WORK REQUIRED: Scan the entries and tally the lines that include the string "SiftpackError". Reply with the figure alone.

Data extracted from a collection:

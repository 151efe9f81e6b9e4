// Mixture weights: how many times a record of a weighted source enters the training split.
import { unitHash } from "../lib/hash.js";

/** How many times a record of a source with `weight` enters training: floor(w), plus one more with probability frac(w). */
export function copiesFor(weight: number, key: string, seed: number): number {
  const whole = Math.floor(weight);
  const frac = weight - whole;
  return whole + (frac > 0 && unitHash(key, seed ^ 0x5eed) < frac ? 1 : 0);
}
---
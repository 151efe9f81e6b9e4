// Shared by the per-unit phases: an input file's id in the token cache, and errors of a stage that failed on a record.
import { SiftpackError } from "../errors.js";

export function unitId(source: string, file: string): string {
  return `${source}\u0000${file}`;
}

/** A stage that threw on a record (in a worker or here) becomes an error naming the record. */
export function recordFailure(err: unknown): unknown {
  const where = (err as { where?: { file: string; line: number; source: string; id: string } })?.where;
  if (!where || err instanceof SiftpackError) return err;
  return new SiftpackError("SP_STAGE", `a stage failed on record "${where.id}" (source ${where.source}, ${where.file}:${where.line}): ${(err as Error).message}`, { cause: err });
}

PROBLEM SOLUTION: 3